上ふたつは当面使うことは無いだろうと思うけど。
気配察知はなかなか燃費がいい。範囲はあまり広くは無いけどなかなか使える。
………狙撃は…なんか遊ばれてる感が。魔導書さん、意志あるよね?
そういえば、翻訳のスキルは創った日からほぼ毎日、動物相手に使っている。………こっちの言葉は通じないけど。
今日もこれから河辺に行って翻訳を使う予定。
家の東側にある川に着く。丁度、鴨っぽい鳥が水に浮かんで鳴いているので、スキルを使用。
「スキル:翻訳、オン」
鳥の声が人の言葉に聞こえるようになってくる。
今日は風が冷たい…とか、この冬最大の寒波がくる…とか言っている。しばらくすると、一緒にいた鳥達と共に飛び去って行った。急ごう、風が止む前に…とか喋っていた気がする。
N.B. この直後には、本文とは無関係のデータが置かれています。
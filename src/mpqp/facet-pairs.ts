/**
 * LP-free decisions for the pair test of the canonical neighbours (`canonicalNeighbours`,
 * canonical.ts): do facet f of region R and the opposite facet g of region S overlap in a piece of
 * radius > minPiece?
 *
 * The test that decides is a Chebyshev LP over the overlap polytope O in the coordinates of R's
 * facet hyperplane H = {a·θ = β} (a = R.A[f], unit): R's rows except f and S's rows except g, each
 * projected onto H and scaled to unit length (`slicePolytope`/`overlapsFacet`, solve.ts). Most
 * pairs that reach it in 5-D are not neighbours (their regions' boxes meet, their facets do not),
 * so this file tries, before that LP, certificates that give the LP's answer without solving it:
 *
 * - **Reject by a slab** — a row q of O (of R or of S) and a lower bound L of q·θ over O proved by
 *   weak duality (common practice; as the region builder's `farkasBound`, prefilter.ts): if
 *   (b_q − L)/‖q‖_H ≤ minPiece/2, O lies in a slab of that width, so its Chebyshev radius is
 *   ≤ minPiece/4 and the LP says no. The row and the rows of the proof are *found* from the
 *   vertices of the facets (below): the row whose least value over the other facet's vertices is
 *   nearest its bound, and the rows tight at that vertex, with the facet's own row replaced by H
 *   (either sign: O lies on H).
 * - **Reject by boxes** — the same slab across one axis θ_j, from a proved side of each facet's box
 *   (proved once per facet side, at the vertex where the side is reached, over the facet's own
 *   hyperplane; S's hyperplane differs from H on R's box by at most Δ, found by interval
 *   arithmetic, and the proof pays |y_H|·Δ for it).
 * - **Accept** — a point of H whose distance to every (projected, unit) row of O is
 *   > minPiece + 1e-9: that ball lies in O, so the LP's optimum is > minPiece. Points tried: the
 *   mean of the vertices of R's facet, and of S's facet, moved onto H.
 *
 * Every bound is valid whatever the vertex list is (weak duality over rows of O, the residual paid
 * for over R's padded box, which holds O): round-off in the vertices can only make a proof fail,
 * never decide a pair wrongly. The margins are far from the threshold, so the LP's own round-off
 * cannot disagree; pairs no certificate decides (−1) go to the LP. Rows parallel to H (projected
 * length < 1e-9) are dropped by the LP, or empty its slice; such rows never enter a proof, a row
 * too near that threshold leaves an accept to the LP, and a reject needs every nearly parallel row
 * of R to hold on H within R's box with room (then the overlap the LP sees lies in R's box).
 *
 * Vertices: the double description method (Motzkin et al. 1953) from the corners of the region's
 * padded bounding box, cut by one row at a time; each vertex carries the rows tight at it as a bit
 * mask, and an inside and an outside vertex span an edge when their common tight rows have rank
 * n − 1 (Fukuda & Prodon 1996), read off the count of common rows when either vertex is simple.
 * The method of vertices.ts, with bit masks and flat arrays (its lists cost 1 ms per 5-D region).
 */
import { prefilterScratch, type PrefilterScratch } from './prefilter.js';
import { tol } from '../tol.js';
import { luSolveInPlace } from '../linalg/dense.js';
import type { PairCounts } from './types.js';
import { Arena } from '../util/arena.js';

export type { PairCounts };

/** A region as the pair test reads it: unit rows A θ ≤ b, and (when known) a point inside it, its Chebyshev centre. */
export interface PairRegion {
  A: number[][];
  b: number[];
  chebyshev?: { center: ArrayLike<number> };
}

/** Zero counters. */
export function zeroPairCounts(): PairCounts {
  return { tests: 0, accepted: 0, centred: 0, rejected: 0, opposed: 0, boxes: 0, parallel: 0, lps: 0 };
}

/** Add the pair counters of `b` into `a` (other fields of either are left alone). */
export function addPairCounts(a: PairCounts, b: PairCounts): void {
  a.tests += b.tests;
  a.accepted += b.accepted;
  a.centred += b.centred;
  a.opposed += b.opposed;
  a.rejected += b.rejected;
  a.boxes += b.boxes;
  a.parallel += b.parallel;
  a.lps += b.lps;
}

/**
 * One region, prepared on first use. Per facet row f (k = facet's vertex count): its vertices
 * `fv[fStart[f]..fStart[f+1])` (indices into X), and in `fNum` at f·9n: the vertices' mean (n),
 * box low (n), box high (n), then the proved sides (see `proved`): side0 (2n, NaN: not tried,
 * +∞: no proof), sideY (2n), sideE (2n); in `fArg` at f·2n the vertex reaching each box side
 * (low j at 2j, high j at 2j + 1).
 */
interface RegionData {
  /** rows of the region; A and b hold them, then the 2n rows of the padded box, then a spare row */
  m: number;
  A: Float64Array;
  b: Float64Array;
  /** squared length of each region row */
  sq: Float64Array;
  /** the padded box (holds the region), and its largest |θ_j| */
  lo: Float64Array;
  hi: Float64Array;
  big: number;
  /** vertices (count × n) and their tight rows (count × words bit masks); null when the method gave up */
  X: Float64Array | null;
  T: Uint32Array | null;
  count: number;
  words: number;
  fStart: Int32Array;
  fv: Int32Array;
  fNum: Float64Array;
  fArg: Int32Array;
  /** per facet: −1 not known yet, 1 a nearly parallel row is not clearly slack on its hyperplane (no reject with it as R's), 0 none */
  fPar: Int8Array;
}

/** A vertex list giving up past this many vertices leaves the region's pairs to the LP. */
const maxVertices = 4000;
/** Round-off slack of the cuts (unit rows): a vertex within it is on the row. */
const cutEps = 1e-10;
/** Rows projected shorter than √parallelSq (1e-5) on a facet's hyperplane never enter its box proofs. */
const parallelSq = 1e-10;
/** Slab certificates tried per side of a pair (rows nearest to separating first). */
const triesPerSide = 3;

function popcount(x: number): number {
  x -= (x >>> 1) & 0x55555555;
  x = (x & 0x33333333) + ((x >>> 2) & 0x33333333);
  return (((x + (x >>> 4)) & 0x0f0f0f0f) * 0x01010101) >>> 24;
}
1時間ほど居たので気温も少し下がってきていたし、ちょうど制限時間も切れたのでそろそろ帰ろう、そう思った矢先だった。
ポーン!!!
脳内で電子音が響く。スキルを創った時よりもだいぶ大きい音だった。
何事かと思い、魔導書を開く。
文字が現れ、点滅していた。
《スキル:翻訳をグレートアップします。よろしいですか? YES/NO》
……これは………来たんじゃないか…!?
YESに触れるとまた電子音。
そして。
《スキル:翻訳が相互翻訳にグレートアップしました。》
おおおおおおっっっ!!
やった!待ち望んだ相互翻訳だ!!!!
興奮覚めやらぬ中、一覧で確認する。
《スキル:相互翻訳》
効果:『使用者の半径50メートル以内に存在する生物の言語を相互で翻訳する事が可能になる』
制限時間:30分
再使用可能時間:5分
必要MP:10
なにこれかなり良い。
半径50メートル以内とか太っ腹すぎる!!
嬉しい限りだね。これで目標に一歩前進できた!!
∵∴∵∴∵∴∵∴∵∴∵
上機嫌で家に帰ると、母さまに部屋に来るように言われた。
「リュー、半年前の話だけど、覚えてる?」
あ、やっぱりそのことなんだ。
「うん、覚えてるよ。戦いを教えて欲しいって僕が頼んだ話だよね」
「そうよ。あれから、意志は変わらない??」
そんなの愚問だよ。
「当然、変わらないよ。」
「そう………意志は固いのね…。…分かったわ。私が師となって、あなたに戦いを、魔術や剣術を教えてあげる。」
「ありがとうかあさま。これからよろしくね。」
「そうね。……ただし、ひとつ条件を付けるわ。」
条件か……。何だろう。
「私が十分に満足する強さに達するまで、絶対に冒険者になろうとしないこと。それに達しない限り、たとえ30歳になったとしても冒険者にはならせないわ。」
まあ、冒険者なんて命のやり取りをする危険な職業だ。こんな条件を付けるのも当然だろう。
「うん、それでいいよ。じゃあ早速、魔術について教えて?」
僕がそう言うと、母さまは本棚から本を探してパラパラと開くと、最初のほうのページで手を止め、開いたまま渡してくる。本にはなにやら絵が描いてある。
「それじゃあさっそく。まずは魔術の基本から。魔術にはそれぞれ属性があるわ。大きく分けて6つ、火、水、風、地の四元素に加えて光、闇の属性が存在している。属性は互いに干渉し合い、弱めあったり強めあったりする。互いの関係はその絵にある通り。あと、複数の属性の魔術を組み合わせた合成魔術なんかもある。ここまではいい?」
ちょっと、ちょっとちょっと。それ明らかに5歳児に教えるスピードじゃないよ……?僕が本当に5歳だったら絶対覚えられない気がする。
「うん、火と水、風と地、光と闇が相反する属性って事だよね?」
「そう。これらの魔術は詠唱や魔道具を使う魔術師もいれば、陣を敷く者もいる。まあ、人によって大分発動条件は違うわね。ちなみに私は詠唱を主体に使う」
ほうほう。魔道具とかあれば素早く発動できていいなあ。